[Stored data]
-*-*-
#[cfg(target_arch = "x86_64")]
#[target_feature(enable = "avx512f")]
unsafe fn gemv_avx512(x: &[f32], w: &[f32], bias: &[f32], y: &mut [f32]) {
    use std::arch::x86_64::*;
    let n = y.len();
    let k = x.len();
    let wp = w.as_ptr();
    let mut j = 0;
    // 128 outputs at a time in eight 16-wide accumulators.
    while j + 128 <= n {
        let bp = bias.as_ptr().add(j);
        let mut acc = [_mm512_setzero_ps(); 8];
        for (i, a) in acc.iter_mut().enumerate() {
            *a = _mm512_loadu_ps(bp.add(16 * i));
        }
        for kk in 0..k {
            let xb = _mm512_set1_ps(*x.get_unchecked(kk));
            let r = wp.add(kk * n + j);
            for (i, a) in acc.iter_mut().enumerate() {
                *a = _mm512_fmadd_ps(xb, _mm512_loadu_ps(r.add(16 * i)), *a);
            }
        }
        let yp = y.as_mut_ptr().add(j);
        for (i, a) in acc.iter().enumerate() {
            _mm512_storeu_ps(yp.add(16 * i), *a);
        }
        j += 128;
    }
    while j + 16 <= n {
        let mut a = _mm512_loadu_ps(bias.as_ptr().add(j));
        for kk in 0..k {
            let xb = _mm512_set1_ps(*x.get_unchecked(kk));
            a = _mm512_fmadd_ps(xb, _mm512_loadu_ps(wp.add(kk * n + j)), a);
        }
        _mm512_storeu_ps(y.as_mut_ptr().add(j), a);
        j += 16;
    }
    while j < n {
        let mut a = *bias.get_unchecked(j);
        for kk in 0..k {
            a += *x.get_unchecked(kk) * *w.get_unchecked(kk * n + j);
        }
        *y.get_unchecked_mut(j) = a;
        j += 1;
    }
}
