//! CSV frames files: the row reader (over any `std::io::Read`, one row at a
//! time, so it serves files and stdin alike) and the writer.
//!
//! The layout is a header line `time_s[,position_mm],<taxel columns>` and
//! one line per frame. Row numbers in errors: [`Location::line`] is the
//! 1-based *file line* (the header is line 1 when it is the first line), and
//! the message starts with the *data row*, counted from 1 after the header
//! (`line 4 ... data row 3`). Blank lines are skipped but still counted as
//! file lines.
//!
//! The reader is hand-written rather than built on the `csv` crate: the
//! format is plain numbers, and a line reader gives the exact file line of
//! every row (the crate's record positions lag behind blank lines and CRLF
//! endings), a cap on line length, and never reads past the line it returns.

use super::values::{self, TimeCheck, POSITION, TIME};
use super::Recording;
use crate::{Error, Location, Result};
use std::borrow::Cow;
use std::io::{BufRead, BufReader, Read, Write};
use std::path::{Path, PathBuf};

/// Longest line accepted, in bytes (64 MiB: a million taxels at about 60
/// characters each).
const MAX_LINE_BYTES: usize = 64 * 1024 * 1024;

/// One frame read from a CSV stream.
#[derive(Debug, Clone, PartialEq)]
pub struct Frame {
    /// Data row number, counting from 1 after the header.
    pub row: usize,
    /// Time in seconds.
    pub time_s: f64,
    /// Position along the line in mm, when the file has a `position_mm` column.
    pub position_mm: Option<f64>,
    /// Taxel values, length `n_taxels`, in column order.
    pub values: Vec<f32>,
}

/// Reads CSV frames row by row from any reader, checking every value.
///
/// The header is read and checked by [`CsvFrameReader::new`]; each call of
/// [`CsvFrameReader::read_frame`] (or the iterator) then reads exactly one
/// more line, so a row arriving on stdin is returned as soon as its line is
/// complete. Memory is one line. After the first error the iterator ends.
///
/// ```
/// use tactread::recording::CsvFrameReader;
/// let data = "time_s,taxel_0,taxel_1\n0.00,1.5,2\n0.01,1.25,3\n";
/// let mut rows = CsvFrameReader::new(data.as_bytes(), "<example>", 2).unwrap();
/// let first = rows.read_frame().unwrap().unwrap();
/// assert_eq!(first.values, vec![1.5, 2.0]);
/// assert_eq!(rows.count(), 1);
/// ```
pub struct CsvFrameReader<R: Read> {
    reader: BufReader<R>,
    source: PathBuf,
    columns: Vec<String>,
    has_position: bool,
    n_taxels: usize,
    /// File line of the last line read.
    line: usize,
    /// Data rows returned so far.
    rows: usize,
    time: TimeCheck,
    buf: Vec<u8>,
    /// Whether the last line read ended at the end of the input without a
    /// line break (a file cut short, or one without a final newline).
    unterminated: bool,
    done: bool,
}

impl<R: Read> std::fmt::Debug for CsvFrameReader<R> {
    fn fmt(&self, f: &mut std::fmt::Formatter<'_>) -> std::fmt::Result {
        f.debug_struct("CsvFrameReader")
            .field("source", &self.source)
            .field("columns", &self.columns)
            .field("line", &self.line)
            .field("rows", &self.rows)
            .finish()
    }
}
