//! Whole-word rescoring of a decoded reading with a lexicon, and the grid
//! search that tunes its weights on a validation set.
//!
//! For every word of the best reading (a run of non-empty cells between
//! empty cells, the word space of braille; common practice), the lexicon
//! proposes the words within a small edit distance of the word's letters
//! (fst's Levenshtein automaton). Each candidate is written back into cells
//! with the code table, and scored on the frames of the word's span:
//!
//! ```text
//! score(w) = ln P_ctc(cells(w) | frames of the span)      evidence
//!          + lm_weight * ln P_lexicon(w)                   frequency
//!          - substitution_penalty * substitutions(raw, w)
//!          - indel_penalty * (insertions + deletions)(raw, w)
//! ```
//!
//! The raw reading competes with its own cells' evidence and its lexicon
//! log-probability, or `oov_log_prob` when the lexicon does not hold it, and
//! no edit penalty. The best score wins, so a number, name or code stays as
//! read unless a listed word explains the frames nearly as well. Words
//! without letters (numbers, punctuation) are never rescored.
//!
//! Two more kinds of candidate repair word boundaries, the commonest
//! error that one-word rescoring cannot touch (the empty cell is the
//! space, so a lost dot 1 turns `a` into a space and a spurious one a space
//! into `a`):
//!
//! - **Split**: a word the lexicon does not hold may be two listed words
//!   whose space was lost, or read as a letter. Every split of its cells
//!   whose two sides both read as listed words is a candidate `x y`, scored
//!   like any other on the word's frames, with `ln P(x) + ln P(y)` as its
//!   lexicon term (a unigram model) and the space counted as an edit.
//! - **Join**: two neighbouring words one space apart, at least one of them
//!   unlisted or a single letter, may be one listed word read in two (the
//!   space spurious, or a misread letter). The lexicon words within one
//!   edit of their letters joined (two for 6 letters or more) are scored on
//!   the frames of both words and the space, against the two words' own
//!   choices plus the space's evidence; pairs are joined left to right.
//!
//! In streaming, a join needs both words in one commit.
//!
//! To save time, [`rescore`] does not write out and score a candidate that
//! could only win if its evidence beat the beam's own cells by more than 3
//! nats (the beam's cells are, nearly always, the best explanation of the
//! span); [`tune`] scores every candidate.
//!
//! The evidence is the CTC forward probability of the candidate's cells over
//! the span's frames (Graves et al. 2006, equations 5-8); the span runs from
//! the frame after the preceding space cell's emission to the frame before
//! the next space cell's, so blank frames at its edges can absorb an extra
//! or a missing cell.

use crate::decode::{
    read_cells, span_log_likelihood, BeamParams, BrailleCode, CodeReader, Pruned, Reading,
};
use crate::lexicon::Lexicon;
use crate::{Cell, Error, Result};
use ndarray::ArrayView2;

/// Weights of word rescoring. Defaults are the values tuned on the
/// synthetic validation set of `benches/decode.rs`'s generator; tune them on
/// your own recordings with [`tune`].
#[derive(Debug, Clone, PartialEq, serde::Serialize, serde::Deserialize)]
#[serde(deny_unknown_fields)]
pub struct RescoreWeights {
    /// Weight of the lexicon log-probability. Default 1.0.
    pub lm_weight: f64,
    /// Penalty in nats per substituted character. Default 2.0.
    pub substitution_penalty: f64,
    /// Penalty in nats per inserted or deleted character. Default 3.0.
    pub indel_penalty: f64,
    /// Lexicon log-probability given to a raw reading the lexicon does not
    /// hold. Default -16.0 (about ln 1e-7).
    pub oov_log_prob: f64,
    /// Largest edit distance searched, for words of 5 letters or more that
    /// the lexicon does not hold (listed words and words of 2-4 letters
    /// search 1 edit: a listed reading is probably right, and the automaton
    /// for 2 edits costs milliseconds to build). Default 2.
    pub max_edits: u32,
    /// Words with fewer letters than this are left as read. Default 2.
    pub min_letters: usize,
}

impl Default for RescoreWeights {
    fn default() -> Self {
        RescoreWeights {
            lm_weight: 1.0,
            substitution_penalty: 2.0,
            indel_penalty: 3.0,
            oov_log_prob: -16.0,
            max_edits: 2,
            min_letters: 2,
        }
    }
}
-*-*-
- What you should do
Which lines of the records hold the string "both"? Copy each one.

- Response area
//!   whose two sides both read as listed words is a candidate `x y`, scored
//!   the frames of both words and the space, against the two words' own
//! In streaming, a join needs both words in one commit.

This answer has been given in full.